To receive income from shares, it is not necessary to constantly trade them on the stock exchange. You can bet on dividends.
What are dividends upon shares?
Dividends are the income of a shareholder. In fact, it is a part of the joint-stock company profit, distributed among the shareholders. The amount of dividends depends on:
• financial standing and profit of the company;
• expenses, taxation base;
• the channels of net profit distribution.
Let's say the company earned € 100 million as of 2017. Of these, 20 million went to cover taxes and various dues and fees. The remaining 80 million is the sum to be distributed among the shareholders and the company itself. It was decided at the Shareholders' General Meeting to let 50% (that is, 40 million) on the development expenses – to buy new equipment, to strengthen the staffing and to start a new branch. 40 million are left to distribute among the shareholders.
In total, million shares were issued by the company. That is, each accounts for € 40. If you hold 100 shares, you will receive € 4,000 upon dividends. If you purchased 1,000 shares, you will have € 40,000.
When and How are the Dividends Paid?
The joint-stock company conducts payments annually, semi-annually or per quarter. The key date is the record date. Even if you have purchased the shares a few days prior, you will receive dividends upon the entire accounting period. It is not necessary to hold the shares for a year. That is why the securities appreciate in value by the end of the year and go down at the beginning of the new one. Dividends are always paid upon the previous accounting period.
Note that purchasing stocks the day prior to the record date is pointless: you are not included into the register and thus you do not receive dividends over the year. To get the dividends, you should know the trade regime. In the US, it is called ‘T + 3’. This means that if December 20 is the record day, you need to buy shares before December 17, that is 3 days prior.

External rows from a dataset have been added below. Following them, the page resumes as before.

"""Security at the edge of the app: response headers, the request-size limit, per-address
sign-in limiting, and refusals that are always safe to render.

`install_security(app)` is called once, last, in create_app(). It adds one ASGI middleware
and three exception handlers; each handler hands the final rendering to the handler the app
already has (JSON for /api/, the error page for pages), so both front doors keep their look.

Limits (all per process, in memory; several uvicorn workers each keep their own):

- Request bodies: `settings.max_body_bytes` (the certificate check upload: its own
  `verify_upload_max_bytes` plus the multipart envelope). A Content-Length over the limit is
  refused before anything is read; a body without one is counted as it streams in.
- Sign-in: per client address, after `SIGN_IN_FAILURES_PER_ADDRESS` refused sign-ins (401
  or 429) within `SIGN_IN_WINDOW` the address may try once every `SIGN_IN_ADDRESS_BACKOFF`
  seconds (429 with Retry-After in between): a short back-off, never a lock-out, so a lab
  behind one address still signs in. A browser holding a genuine device cookie (it signed in
  before) is counted against its user instead of the address, so colleagues behind one
  address do not share one count with an attacker there. This sits on top of the per-account
  and per-device limits of service/accounts/signin.py, which hold across workers (they live
  in the database).
  Sign-in posts whose Origin (or Referer) is another site are refused (login CSRF).
- The reduction endpoint, open to anonymous callers: they get `REDUCTIONS_PER_ADDRESS` calls
  per `REDUCTIONS_WINDOW` per address and a smaller body (`anonymous_reduction_max_bytes`);
  signed-in callers are not limited.
- The client address is the socket's peer unless FORWARDED_ALLOW_IPS names the reverse proxy
  (service/main.py): a client-supplied X-Forwarded-For is never believed otherwise.
- Every response but static files carries `Cache-Control: no-store` unless the route chose
  its own: pages, exports and certificates hold a lab's and its clients' data.
"""

from __future__ import annotations

import inspect
import logging
import math
import threading
import time
from collections import OrderedDict, deque
from collections.abc import Awaitable, Callable
from typing import Any
from urllib.parse import urlsplit

import sqlalchemy as sa
from fastapi import FastAPI, Request
from fastapi.exceptions import RequestValidationError
from fastapi.responses import Response
from starlette.datastructures import Headers, MutableHeaders
from starlette.exceptions import HTTPException as StarletteHTTPException
from starlette.requests import cookie_parser
from starlette.types import ASGIApp, Message, Receive, Scope, Send

from service.accounts.signin import DEVICE_COOKIE, read_device_cookie
from service.config import get_settings
from service.deps import SESSION_COOKIE, OptionalUser
from service.errors import PermissionDenied, ServiceError, TooLarge, TooManyAttempts, Unavailable

LOG = logging.getLogger("seepline")
Handler = Callable[[Request, Any], Response | Awaitable[Response]]

API_PREFIX = "/api/"
# No inline script or style anywhere; htmx and our own JS are files under /static.
CONTENT_SECURITY_POLICY = (
    "default-src 'self'; script-src 'self'; style-src 'self'; img-src 'self' data:; "
    "font-src 'self'; connect-src 'self'; object-src 'none'; frame-ancestors 'none'; "
    "form-action 'self'; base-uri 'none'"
)
SECURITY_HEADERS = {
    "X-Content-Type-Options": "nosniff",
    "Referrer-Policy": "same-origin",
    "X-Frame-Options": "DENY",
    "Cross-Origin-Opener-Policy": "same-origin",
}
HSTS = "max-age=31536000"
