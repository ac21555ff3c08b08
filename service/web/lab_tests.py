"""The test page at the permeameter: specimen, apparatus, flexible-wall conditions and
saturation, trials with k and every check recomputed as they are typed, and submission with
the technician's sign-off. Clients see a read-only summary of their own organisation's tests.

Every write goes through the lab-tests service; a refusal comes back as the same section
(422, 403 or 409) with everything typed still in it and the message beside the field. The
fields come from the method catalogue; what the user may do from `allowed_actions`.
"""

from __future__ import annotations

import uuid
from collections.abc import Mapping
from dataclasses import dataclass, field
from typing import Annotated, Any

from fastapi import APIRouter, Query, Request
from fastapi.responses import Response
from sqlmodel import Session
from starlette.datastructures import FormData

from service.accounts.models import User
from service.accounts.service import names_of
from service.apparatus.models import Apparatus
from service.apparatus.service import (
    is_overdue,
    list_apparatus,
    remember_units,
    remembered_units,
)
from service.common import ApparatusKind, Preparation, Role
from service.db import utcnow
from service.deps import CurrentUser, SessionDep, reads_only
from service.errors import PermissionDenied, StaleVersion
from service.figures import at_least_decimals
from service.lab_tests import service as lab_tests
from service.lab_tests.models import PermeabilityTest
from service.lab_tests.reduction import Scope, catalogue
from service.lab_tests.schemas import (
    SaturationStepCreate,
    SignOffRequest,
    SpecimenWrite,
    TestUpdate,
    TrialCreate,
    TrialExclusion,
)
from service.projects.models import Project
from service.samples.models import Sample
from service.web.entries import (
    FormEntry,
    form_entry,
    method_name,
    posted,
    section_form,
    takes_readings,
    trial_form,
    units_used,
)
from service.web.htmx import PostedForm, htmx_details, redirect, render
from service.web.live_reduction import (
    READING_ROWS,
    PageReduction,
    page_reduction,
    shown_reduction,
    typed_trial,
)
from service.web.offline import KeptEntryDep
from service.web.pages import layout_context
from service.web.refusals import Attempt, attempt, prefixed

router = APIRouter(prefix="/tests", include_in_schema=False)

PAGE = "tests/test.html"
D5084 = "ASTM D5084"
PREPARATIONS = tuple((p.value, p.value.capitalize()) for p in Preparation)
PRESSURES = ("cell_pressure", "back_pressure", "effective_confining")
PICKER_KINDS: tuple[tuple[str, str, tuple[ApparatusKind, ...]], ...] = (
    (
        "permeameter",
        "Permeameter",
        (ApparatusKind.RIGID_WALL_PERMEAMETER, ApparatusKind.FLEXIBLE_WALL_PERMEAMETER),
    ),
    ("balance", "Balance", (ApparatusKind.BALANCE,)),
    ("thermometer", "Thermometer", (ApparatusKind.THERMOMETER,)),
    ("caliper", "Caliper", (ApparatusKind.CALIPER,)),
    ("timer", "Timer", (ApparatusKind.TIMER,)),
)
PICKED_KINDS = frozenset(kind for _, _, kinds in PICKER_KINDS for kind in kinds)
REGISTER_LIMIT = 200


Remembered = Mapping[str, str] | None


def specimen_entries(
    units: str | None = "si", remembered: Remembered = None
) -> tuple[FormEntry, ...]:
    """The specimen fields typed with a unit or as a number (the stiffness is a tick box)."""
    return tuple(
        form_entry(e, units=units, remembered=remembered)
        for e in catalogue.entries(Scope.SPECIMEN)
        if e.on_forms and e.is_quantity
    )


def condition_entries(
    units: str | None = "si", remembered: Remembered = None
) -> tuple[FormEntry, ...]:
    return section_form(Scope.TEST, PRESSURES, units, remembered)


def saturation_entries(
    units: str | None = "si", remembered: Remembered = None
) -> tuple[FormEntry, ...]:
    return section_form(Scope.SATURATION, ("back_pressure", "b_value"), units, remembered)


def reading_entries(
    units: str | None = "si", remembered: Remembered = None
) -> tuple[FormEntry, ...]:
    return section_form(Scope.READING, ("time", "head"), units, remembered)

Now on the dividend payment procedure.
It depends on how you have purchased them:
If you operate over the counter (or on the online stock market), the money arrive in your domestic account. You can withdraw them or invest in securities.
What shares are more likely to bring large dividends?
Not all the companies place the dividends to their shareholders’ accounts. It depends a lot on the current standing of the joint-stock company, on profits and policies.
Budding companies often invest their entire profit in development (new projects, equipment, etc.). Consequently, shareholders receive nothing. On the other hand, such companies may be interested in the inflow of investments, so they entice shareholders with the promise of high dividends upon the first or additional emission.
On shares of large companies (large-cap stocks) one may receive solid returns for many years. Those always reserve a part of their profit for payments to the shareholders. If you count on earning from dividends, large-cap stocks are the best option for investments.
Hefty dividends procure such companies as Chevron, Verizon, AT & T.